# Directions
For the material below, please count the lines containing "defaultRoute". Reply with the count alone.
··· Records shown ···
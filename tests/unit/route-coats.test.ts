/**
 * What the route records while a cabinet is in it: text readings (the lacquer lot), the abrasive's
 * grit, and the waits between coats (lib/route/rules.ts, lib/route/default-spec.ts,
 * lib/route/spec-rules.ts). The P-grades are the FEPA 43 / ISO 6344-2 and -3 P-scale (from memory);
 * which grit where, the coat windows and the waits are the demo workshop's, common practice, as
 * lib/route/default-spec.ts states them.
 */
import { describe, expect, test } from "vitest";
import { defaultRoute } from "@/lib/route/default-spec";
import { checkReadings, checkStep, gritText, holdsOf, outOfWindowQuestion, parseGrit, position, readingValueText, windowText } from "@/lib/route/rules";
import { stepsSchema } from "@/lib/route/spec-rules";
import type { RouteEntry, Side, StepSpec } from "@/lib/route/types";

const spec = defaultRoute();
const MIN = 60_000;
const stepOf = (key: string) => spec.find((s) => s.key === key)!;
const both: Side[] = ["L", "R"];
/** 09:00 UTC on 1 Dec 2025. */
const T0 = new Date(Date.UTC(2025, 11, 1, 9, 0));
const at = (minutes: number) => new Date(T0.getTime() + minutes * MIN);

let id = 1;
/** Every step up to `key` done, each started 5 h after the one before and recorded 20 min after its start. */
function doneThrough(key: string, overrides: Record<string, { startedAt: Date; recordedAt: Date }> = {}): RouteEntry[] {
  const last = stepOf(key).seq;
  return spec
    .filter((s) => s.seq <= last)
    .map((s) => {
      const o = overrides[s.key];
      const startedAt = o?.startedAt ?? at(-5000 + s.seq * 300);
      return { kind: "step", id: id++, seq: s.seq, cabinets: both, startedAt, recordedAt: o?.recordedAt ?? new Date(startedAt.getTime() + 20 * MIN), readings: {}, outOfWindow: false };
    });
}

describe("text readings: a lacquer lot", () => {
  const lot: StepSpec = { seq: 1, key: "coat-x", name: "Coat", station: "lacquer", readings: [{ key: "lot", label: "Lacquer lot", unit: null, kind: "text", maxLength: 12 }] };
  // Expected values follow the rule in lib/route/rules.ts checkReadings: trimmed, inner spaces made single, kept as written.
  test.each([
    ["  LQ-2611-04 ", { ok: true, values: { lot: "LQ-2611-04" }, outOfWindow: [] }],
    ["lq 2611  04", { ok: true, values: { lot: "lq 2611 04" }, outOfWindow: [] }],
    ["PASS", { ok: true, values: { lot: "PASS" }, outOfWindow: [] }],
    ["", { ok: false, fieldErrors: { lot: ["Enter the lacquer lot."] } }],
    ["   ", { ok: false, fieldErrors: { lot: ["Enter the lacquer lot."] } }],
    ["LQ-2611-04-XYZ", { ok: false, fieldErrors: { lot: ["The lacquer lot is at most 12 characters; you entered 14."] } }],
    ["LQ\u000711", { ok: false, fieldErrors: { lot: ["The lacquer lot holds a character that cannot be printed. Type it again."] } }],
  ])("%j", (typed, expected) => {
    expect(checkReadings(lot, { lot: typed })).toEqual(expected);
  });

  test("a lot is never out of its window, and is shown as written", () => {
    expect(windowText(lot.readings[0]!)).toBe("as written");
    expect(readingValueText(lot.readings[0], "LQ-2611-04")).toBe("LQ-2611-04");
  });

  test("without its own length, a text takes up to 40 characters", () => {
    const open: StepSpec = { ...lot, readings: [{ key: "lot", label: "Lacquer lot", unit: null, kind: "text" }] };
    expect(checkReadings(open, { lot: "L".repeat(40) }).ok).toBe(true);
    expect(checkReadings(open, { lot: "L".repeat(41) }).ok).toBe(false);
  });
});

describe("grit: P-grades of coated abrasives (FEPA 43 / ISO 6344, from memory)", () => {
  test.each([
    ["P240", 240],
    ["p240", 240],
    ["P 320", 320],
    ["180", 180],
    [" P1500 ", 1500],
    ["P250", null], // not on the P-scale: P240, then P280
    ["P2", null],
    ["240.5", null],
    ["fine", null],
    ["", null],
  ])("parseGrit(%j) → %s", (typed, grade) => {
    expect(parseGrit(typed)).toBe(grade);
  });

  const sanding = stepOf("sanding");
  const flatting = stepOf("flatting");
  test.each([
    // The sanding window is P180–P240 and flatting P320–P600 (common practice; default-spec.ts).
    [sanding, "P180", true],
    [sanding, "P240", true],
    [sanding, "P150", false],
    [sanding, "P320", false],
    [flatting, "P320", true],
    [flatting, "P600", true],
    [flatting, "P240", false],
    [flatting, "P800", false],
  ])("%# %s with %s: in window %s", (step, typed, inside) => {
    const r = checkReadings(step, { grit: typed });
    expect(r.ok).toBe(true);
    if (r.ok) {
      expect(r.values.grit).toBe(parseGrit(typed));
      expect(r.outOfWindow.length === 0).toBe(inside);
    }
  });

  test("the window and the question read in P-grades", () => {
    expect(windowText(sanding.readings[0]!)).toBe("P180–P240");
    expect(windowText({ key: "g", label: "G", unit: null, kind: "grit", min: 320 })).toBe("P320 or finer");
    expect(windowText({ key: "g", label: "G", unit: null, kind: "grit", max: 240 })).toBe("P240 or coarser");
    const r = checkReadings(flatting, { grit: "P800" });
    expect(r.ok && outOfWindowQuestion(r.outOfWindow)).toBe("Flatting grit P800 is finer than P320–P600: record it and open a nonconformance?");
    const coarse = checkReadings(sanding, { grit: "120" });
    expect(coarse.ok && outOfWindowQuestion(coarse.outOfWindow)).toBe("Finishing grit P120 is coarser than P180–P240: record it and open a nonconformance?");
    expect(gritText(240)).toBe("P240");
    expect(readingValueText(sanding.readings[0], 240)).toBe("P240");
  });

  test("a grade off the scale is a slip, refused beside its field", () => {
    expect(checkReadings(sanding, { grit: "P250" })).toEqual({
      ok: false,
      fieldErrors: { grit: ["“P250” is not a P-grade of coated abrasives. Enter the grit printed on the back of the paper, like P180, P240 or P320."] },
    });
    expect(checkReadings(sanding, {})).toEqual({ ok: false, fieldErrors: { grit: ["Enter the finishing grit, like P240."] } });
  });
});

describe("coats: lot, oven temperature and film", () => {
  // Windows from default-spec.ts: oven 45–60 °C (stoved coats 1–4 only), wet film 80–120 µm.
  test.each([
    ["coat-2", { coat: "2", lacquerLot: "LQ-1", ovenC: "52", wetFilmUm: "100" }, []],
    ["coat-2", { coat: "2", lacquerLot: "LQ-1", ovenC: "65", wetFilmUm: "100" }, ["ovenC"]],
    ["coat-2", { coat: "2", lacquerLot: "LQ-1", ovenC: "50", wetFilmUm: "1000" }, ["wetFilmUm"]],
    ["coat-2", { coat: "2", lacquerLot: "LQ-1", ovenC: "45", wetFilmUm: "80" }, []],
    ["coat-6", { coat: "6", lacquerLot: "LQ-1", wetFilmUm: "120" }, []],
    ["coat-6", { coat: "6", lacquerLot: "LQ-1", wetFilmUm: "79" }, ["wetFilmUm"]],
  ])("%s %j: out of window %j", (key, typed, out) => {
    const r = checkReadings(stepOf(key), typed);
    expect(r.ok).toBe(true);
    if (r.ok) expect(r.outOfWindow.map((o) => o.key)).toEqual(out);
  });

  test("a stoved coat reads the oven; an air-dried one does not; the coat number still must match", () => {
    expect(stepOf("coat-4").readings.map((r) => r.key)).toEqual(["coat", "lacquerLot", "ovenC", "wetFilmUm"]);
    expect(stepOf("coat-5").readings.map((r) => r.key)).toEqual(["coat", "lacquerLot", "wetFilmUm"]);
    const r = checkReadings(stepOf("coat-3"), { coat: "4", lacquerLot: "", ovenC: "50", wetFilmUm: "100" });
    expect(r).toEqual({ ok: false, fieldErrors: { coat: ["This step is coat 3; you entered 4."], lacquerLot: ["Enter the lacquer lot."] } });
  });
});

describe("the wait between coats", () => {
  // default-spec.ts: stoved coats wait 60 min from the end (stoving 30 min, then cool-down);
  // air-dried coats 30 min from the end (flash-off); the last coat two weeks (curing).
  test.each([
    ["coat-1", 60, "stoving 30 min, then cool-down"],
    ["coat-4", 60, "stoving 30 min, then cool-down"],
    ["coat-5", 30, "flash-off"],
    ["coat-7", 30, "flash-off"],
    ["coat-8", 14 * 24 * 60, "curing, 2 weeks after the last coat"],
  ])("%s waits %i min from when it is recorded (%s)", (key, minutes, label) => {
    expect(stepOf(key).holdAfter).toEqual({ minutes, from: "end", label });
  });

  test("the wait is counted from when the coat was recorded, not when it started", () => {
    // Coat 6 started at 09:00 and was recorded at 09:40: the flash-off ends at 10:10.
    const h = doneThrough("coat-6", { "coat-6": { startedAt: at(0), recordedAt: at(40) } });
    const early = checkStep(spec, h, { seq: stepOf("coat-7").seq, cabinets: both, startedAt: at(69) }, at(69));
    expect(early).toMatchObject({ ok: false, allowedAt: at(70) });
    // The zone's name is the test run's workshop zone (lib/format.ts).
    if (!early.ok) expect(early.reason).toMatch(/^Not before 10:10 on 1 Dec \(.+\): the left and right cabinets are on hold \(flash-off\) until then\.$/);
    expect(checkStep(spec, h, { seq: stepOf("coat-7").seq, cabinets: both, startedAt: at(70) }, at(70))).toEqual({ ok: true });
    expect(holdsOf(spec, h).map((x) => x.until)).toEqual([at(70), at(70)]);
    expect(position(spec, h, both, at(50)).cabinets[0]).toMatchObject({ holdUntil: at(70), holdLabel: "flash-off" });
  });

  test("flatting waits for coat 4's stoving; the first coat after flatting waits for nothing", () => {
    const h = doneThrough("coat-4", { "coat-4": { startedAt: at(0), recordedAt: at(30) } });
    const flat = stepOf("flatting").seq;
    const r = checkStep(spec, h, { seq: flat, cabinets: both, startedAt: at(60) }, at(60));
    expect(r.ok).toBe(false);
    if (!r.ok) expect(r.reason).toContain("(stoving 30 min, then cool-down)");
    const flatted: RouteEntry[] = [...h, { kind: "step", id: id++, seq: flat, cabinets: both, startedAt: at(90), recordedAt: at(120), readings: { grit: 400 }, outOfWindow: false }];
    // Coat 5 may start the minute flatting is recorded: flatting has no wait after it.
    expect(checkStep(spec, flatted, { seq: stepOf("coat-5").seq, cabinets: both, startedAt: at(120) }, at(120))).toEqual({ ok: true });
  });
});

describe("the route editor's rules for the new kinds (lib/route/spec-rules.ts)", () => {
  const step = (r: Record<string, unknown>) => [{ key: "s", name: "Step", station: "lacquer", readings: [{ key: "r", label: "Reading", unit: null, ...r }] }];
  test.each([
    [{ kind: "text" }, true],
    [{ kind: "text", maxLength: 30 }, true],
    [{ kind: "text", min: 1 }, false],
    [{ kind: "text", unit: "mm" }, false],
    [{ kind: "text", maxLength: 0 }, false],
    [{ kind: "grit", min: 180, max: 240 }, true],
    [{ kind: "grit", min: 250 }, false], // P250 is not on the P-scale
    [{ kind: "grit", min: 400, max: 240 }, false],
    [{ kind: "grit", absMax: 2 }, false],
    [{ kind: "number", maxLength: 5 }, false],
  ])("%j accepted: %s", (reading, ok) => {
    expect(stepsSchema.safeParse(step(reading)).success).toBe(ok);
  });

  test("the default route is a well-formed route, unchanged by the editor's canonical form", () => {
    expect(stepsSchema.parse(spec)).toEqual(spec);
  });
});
···
# Task output
2